伊藤からの出題に、たくさんの生徒の手が挙がりました。


時事問題は「連想ゲーム」⁉

 時事問題は一種の「連想ゲーム」です。というのも、入試の時事問題は「時事そのもの」ももちろん問われますが、そこから関連知識や周辺知識の問題へと展開していくことが多いのです。
 たとえば、2024年に新紙幣が発行されるというニュースがありました。新紙幣の肖像画になるのは、渋沢栄一、津田梅子、北里柴三郎ですが、この3人はどんな人物でしょうか。新旧の1000円札に描かれる北里柴三郎と野口英世の共通点は何でしょうか。また、貨幣の歴史という観点では、富本銭や和同開珎、明銭に話題を広げていくこともできるでしょう。

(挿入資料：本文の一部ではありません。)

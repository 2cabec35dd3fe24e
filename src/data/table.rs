//! A table of test records read from CSV or Parquet.
//!
//! CSV cells are read as text by polars and parsed here, so that every bad
//! cell is reported with its file, row and column rather than as a parser
//! message about an inferred type.

mod batches;
mod parquet_check;
mod shape;
mod xlsx;

pub use batches::TableBatches;

use std::path::{Path, PathBuf};

use polars::prelude::*;

use crate::error::{Error, Result};

/// One column's cells as read.
#[derive(Clone, Debug, PartialEq)]
pub enum ColumnData {
    /// Cells read as text (CSV), parsed on demand.
    Text(Vec<Option<String>>),
    /// Cells read as numbers (numeric Parquet columns).
    Number(Vec<Option<f64>>),
}

/// A table: named columns of equal length, with the file it came from.
#[derive(Clone, Debug, PartialEq)]
pub struct Table {
    source: PathBuf,
    names: Vec<String>,
    columns: Vec<ColumnData>,
    n_rows: usize,
    /// Data rows of the file before this table's first row (0 unless the
    /// table is one batch of a larger file, [`Table::read_batches`]):
    /// messages name rows of the file, not of the batch.
    first_row: usize,
    /// The workbook sheet the rows came from, named in messages beside the
    /// file ([`Table::label`]); `None` for CSV and Parquet.
    sheet: Option<String>,
}

/// The file formats mettle reads.
#[derive(Clone, Copy, Debug, PartialEq, Eq)]
pub enum FileFormat {
    /// Comma-separated text with a header row.
    Csv,
    /// Apache Parquet.
    Parquet,
    /// A spreadsheet workbook (.xlsx, .xls), read with calamine: the
    /// first sheet, or the one named ([`Table::read_sheet`]).
    Spreadsheet,
}

/// The four bytes that open (and close) every Parquet file (Apache Parquet
/// file format specification).
const PARQUET_MAGIC: &[u8; 4] = b"PAR1";
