impl Limit {
    /// `min ≤ x ≤ max`.
    pub(crate) const fn between(
        what: &'static str,
        unit: &'static str,
        min: f64,
        max: f64,
        from_memory: bool,
    ) -> Limit {
        Limit {
            what,
            unit,
            min: Some(min),
            max: Some(max),
            max_exclusive: false,
            from_memory,
        }
    }

    /// `x ≤ max`.
    pub(crate) const fn at_most(
        what: &'static str,
        unit: &'static str,
        max: f64,
        from_memory: bool,
    ) -> Limit {
        Limit {
            what,
            unit,
            min: None,
            max: Some(max),
            max_exclusive: false,
            from_memory,
        }
    }

    /// `x ≥ min`.
    pub(crate) const fn at_least(
        what: &'static str,
        unit: &'static str,
        min: f64,
        from_memory: bool,
    ) -> Limit {
        Limit {
            what,
            unit,
            min: Some(min),
            max: None,
            max_exclusive: false,
            from_memory,
        }
    }

    /// `x < max`.
    pub(crate) const fn below(
        what: &'static str,
        unit: &'static str,
        max: f64,
        from_memory: bool,
    ) -> Limit {
        Limit {
            what,
            unit,
            min: None,
            max: Some(max),
            max_exclusive: true,
            from_memory,
        }
    }

    fn range_text(&self) -> String {
        let u = self.unit;
        match (self.min, self.max) {
            (Some(lo), Some(hi)) => format!("{lo}–{hi} {u}"),
            (None, Some(hi)) if self.max_exclusive => format!("< {hi} {u}"),
            (None, Some(hi)) => format!("≤ {hi} {u}"),
            (Some(lo), None) => format!("≥ {lo} {u}"),
            (None, None) => "any value".to_string(),
        }
    }

    /// A warning if `value` lies outside the limit (a non-finite value is
    /// not judged here).
    pub(crate) fn check(&self, formula: &str, value: f64) -> Option<String> {
        if !value.is_finite() {
            return None;
        }
        let low = self.min.is_some_and(|lo| value < lo);
        let high = self.max.is_some_and(|hi| {
            if self.max_exclusive {
                value >= hi
            } else {
                value > hi
            }
        });
        if !(low || high) {
            return None;
        }
        let basis = if self.from_memory {
            "range from memory, unchecked"
        } else {
            "published range"
        };
        Some(format!(
            "{formula}: {} = {} {} is outside {} {} ({basis})",
            self.what,
            short_number(value),
            self.unit,
            self.what,
            self.range_text()
        ))
    }
}

/// A number with at most 6 decimals and no trailing zeros, for messages.
pub(crate) fn short_number(x: f64) -> String {
    let s = format!("{x:.6}");
    let s = s.trim_end_matches('0').trim_end_matches('.');
    if s == "-0" {
        "0".to_string()
    } else {
        s.to_string()
    }
}

/// Warnings for every element limit (the limit's `what` is the element
/// symbol) plus any negative content.
pub(crate) fn check_composition(
    formula: &str,
    comp: &Composition,
    limits: &[Limit],
) -> Vec<String> {
    let mut out = comp.negative_warnings(formula);
    for limit in limits {
        if let Some(value) = comp.element(limit.what) {
            out.extend(limit.check(formula, value));
        }
    }
    out
}

/// A derivation that adds one column to a table.
#[derive(Debug, Clone, Copy, PartialEq)]
pub enum Derivation {
    /// CE (IIW), [`carbon_equivalent::ce_iiw`].
    CeIiw,
    /// Pcm (Ito & Bessyo), [`carbon_equivalent::pcm`].
    Pcm,
    /// CET (EN 1011-2 method B), [`carbon_equivalent::cet`].
    Cet,
    /// CEN (Yurioka), [`carbon_equivalent::cen`].
    Cen,
    /// Arc heat input, [`heat_input::arc_heat_input`].
    HeatInput {
        /// Process whose efficiency is used where no `arc_efficiency` column
        /// value is available.
        process: Option<ArcProcess>,
    },
    /// Cooling time t8/5, [`cooling_time::cooling_time`].
    T85 {
        /// Shape factors F2 (2-D) and F3 (3-D).
        factors: ShapeFactors,
    },
    /// Ms after Andrews, [`transformation::ms_andrews`].
    MsAndrews,
    /// Ms after Steven & Haynes, [`transformation::ms_steven_haynes`].
    MsStevenHaynes,
    /// Ac1 after Andrews, [`transformation::ac1_andrews`].
    Ac1Andrews,
    /// Ac3 after Andrews, [`transformation::ac3_andrews`].
    Ac3Andrews,
}

/// Composition formula with its validity check.
type CompFormula = (fn(&Composition) -> f64, fn(&Composition) -> Vec<String>);
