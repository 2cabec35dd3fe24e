//! The effect of each main input: a curve through the model along the
//! input's training range with the other inputs held at their training
//! medians, with its 68 % and 95 % bands (an individual-conditional-
//! expectation curve at the median heat, in the sense of Goldstein et al.,
//! "Peeking inside the black box", J. Comput. Graph. Stat. 24, 2015; not
//! an average over the rows as Friedman's partial dependence is).

use super::{esc, figure, id_part, Ctx};
use crate::chart::xy_svg;
use crate::curves::{base_row, effect_chart, sweep, Axis};
use crate::data::Table;
use crate::error::Result;

/// Main inputs shown per target.
pub(super) const MAIN_INPUTS: usize = 3;

/// Points along each effect curve.
const STEPS: usize = 31;

/// The `MAIN_INPUTS` most relevant inputs of target `k` (the first inputs
/// when relevance is unknown).
pub(super) fn main_inputs(ctx: &Ctx<'_>, k: usize) -> Vec<String> {
    // a declared code has levels, not a curve (its indicators are skipped)
    let quantity = |n: &str| ctx.model.code_of_input(n).is_none();
    match &ctx.card.targets[k].relevance {
        Some(r) => r
            .ranked()
            .into_iter()
            .filter(|p| quantity(&p.0))
            .take(MAIN_INPUTS)
            .map(|p| p.0)
            .collect(),
        None => ctx
            .model
            .inputs
            .iter()
            .filter(|i| quantity(&i.name))
            .take(MAIN_INPUTS)
            .map(|i| i.name.clone())
            .collect(),
    }
}

/// The median heat: the median of every numeric column of `table`.
fn median_heat(table: &Table) -> Vec<(String, f64)> {
    let mut out = Vec::new();
    for name in table.names() {
        if !table.is_numeric(name) {
            continue;
        }
        let Ok(v) = table.numeric_optional(name) else {
            continue;
        };
        let mut v: Vec<f64> = v.into_iter().flatten().filter(|x| x.is_finite()).collect();
        if v.is_empty() {
            continue;
        }
        v.sort_by(f64::total_cmp);
        let m = v.len() / 2;
        let median = if v.len() % 2 == 1 {
            v[m]
        } else {
            0.5 * (v[m - 1] + v[m])
        };
        out.push((name.clone(), median));
    }
    out
}

/// Effect curves of the main inputs, a grid per target.
pub(super) fn effects_section(ctx: &Ctx<'_>) -> Result<String> {
    let mut s = String::from(
        "<p>How each target moves along its most relevant inputs, the others held at their medians in the table given: the line is the centre estimate, the bands its 68 % and 95 % intervals, dashed and shaded grey where the domain guard finds the point outside the training data. The curves show what the model has learnt, not a measured effect: inputs that vary together in the data cannot be told apart by it.</p>\n",
    );
    // the heat the curves pass through: the medians of the table given (a
    // model read through a schema needs its raw columns), else the
    // training medians the model keeps
    let mut heat = ctx.table.map(median_heat).unwrap_or_default();
    // a declared code is held at its most frequent training level, never
    // at a median between levels
    for code in &ctx.model.codes {
        if let Some(l) = code.levels.iter().max_by_key(|l| l.training_rows) {
            heat.retain(|(n, _)| *n != code.name);
            heat.push((code.name.clone(), l.code as f64));
            s.push_str(&format!(
                "<p>{} is a code: the curves hold it at its most frequent training level, {} = {}; no curve is drawn along a code.</p>\n",
                esc(&code.name),
                l.code,
                esc(&l.name)
            ));
        }
    }
    if ctx.table.is_none() && ctx.model.schema.is_some() {
        s.push_str(&super::no_rows("the effect curves (a model trained through a schema needs a table to hold the other columns at)"));
        return Ok(s);
    }
    for (k, t) in ctx.model.targets.iter().enumerate() {
        s.push_str(&format!(
            "<h3>{}</h3>\n<div class=\"grid\">\n",
            esc(&t.name)
        ));
        for name in main_inputs(ctx, k) {
            let Some(inp) = ctx.model.inputs.iter().find(|i| i.name == name) else {
                continue;
            };
            if inp.max.total_cmp(&inp.min).is_le() {
                continue;
            }
            let axis = Axis {
                name: name.clone(),
                from: inp.min,
                to: inp.max,
                steps: STEPS,
            };
            let sw = sweep(ctx.model, base_row(ctx.model, None, &heat)?, &[axis])?;
            let mut chart = effect_chart(ctx.model, &sw, k);
            chart.title = format!("{} along {name}", t.name);
            chart.size = Some((320, 250));
            for b in &mut chart.bands {
                b.label = String::new();
            }
            for l in &mut chart.lines {
                l.label = None;
            }
            s.push_str(&figure(
                &format!("fig-effect-{}-{}", id_part(&t.name), id_part(&name)),
                &xy_svg(&chart)?,
                "",
            ));
        }
        s.push_str("</div>\n");
    }
    Ok(s)
}
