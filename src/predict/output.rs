//! The estimate files of `mettle predict --format csv|json|xlsx`, written by
//! the command line and by the local web server alike, so that both give
//! the same bytes for the same rows.
//!
//! Every format carries the caution once (not on every row), the rows'
//! identifiers when the table has them, the graded domain verdict beside
//! the row, and enough of each target's predictive distribution
//! ([`PredictiveForm`]) to compute the density of a measured value.
//!
//! - CSV: one header row (`row`, the identifier column, `in_domain`,
//!   `domain`, then per target `<target>_mean`, `_median`, `_sd`, `_lo95`,
//!   `_hi95`, `_noise_sd`, `_model_sd`, `_unit`, then `notes`, `caution`),
//!   one line per row, numbers to the layout's significant digits; the
//!   caution in the first row's `caution` cell.
//! - JSON: one object: `caution`, `id_column`, `targets` keyed by target
//!   (unit, interval kind, the distribution's form), and `rows`, each with
//!   `row`, `id`, `in_domain`, `domain`, `notes` and `estimates` keyed by
//!   target whatever their number.
//! - XLSX: a workbook with the CSV's cells on sheet `estimates` and the
//!   targets' distributions on sheet `targets`.
//!
//! Columns a command adds after `caution` (`predict --require`'s
//! probabilities, `--neighbours`' nearest training rows) are the layout's
//! [`EstimateLayout::extra_columns`] and each row's [`ExtraCells`]; in
//! JSON they are keys of the row object.

use std::io::{self, Write};

use serde_json::{json, Map, Value};

use super::{Estimate, FullPrediction, PredictiveForm, RowPrediction, ScalePrediction};
use crate::data::cells::{csv_line, Cell, DEFAULT_DIGITS};
use crate::data::spreadsheet::{xlsx_bytes, Sheet};
use crate::data::{RowLabels, Table};
use crate::error::Result;
use crate::model::{IntervalKind, Model};
use crate::units::Unit;

/// The caution shown wherever an estimate could feed a structural decision.
pub const CAUTION: &str = "Caution: these are model estimates with error bars, not test results. \
Qualification testing per the applicable code decides; local codes and licensed engineers have the final word.";

/// The machine-readable formats of an estimate file.
#[derive(Clone, Copy, Debug, PartialEq, Eq)]
pub enum EstimateFormat {
    /// Comma-separated values with a header row.
    Csv,
    /// One JSON object (head and rows).
    Json,
    /// An Excel workbook (.xlsx).
    Xlsx,
}

/// One target as written: name, unit, the kind of its interval and the
/// form of its predictive distribution (in the same unit).
#[derive(Clone, Debug, PartialEq)]
pub struct TargetColumn {
    /// Target name.
    pub name: String,
    /// Unit of the estimates, when known.
    pub unit: Option<Unit>,
    /// Symmetric or mapped back from a transformed scale.
    pub kind: IntervalKind,
    /// The predictive distribution's form.
    pub form: PredictiveForm,
}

あるいは、キャッシュレス化社会や仮想通貨といった、新しい話題をもとに、「〇〇の長所と短所について、あなたはどう考えますか?」という問題をつくることもできます。
 まさに「連想ゲーム」のように、時事の内容と、今までテキストで学んできた知識を結びつけて考えられるかどうか。世の中の出来事に、興味関心を持っているかどうか。それが時事問題では問われるのです。


入試の時事問題では、最新のニュースを導入として、関連事項・周辺事項の設問が展開されることが多い。2020年東京オリンピック・パラリンピックのニュースを例に確認しよう。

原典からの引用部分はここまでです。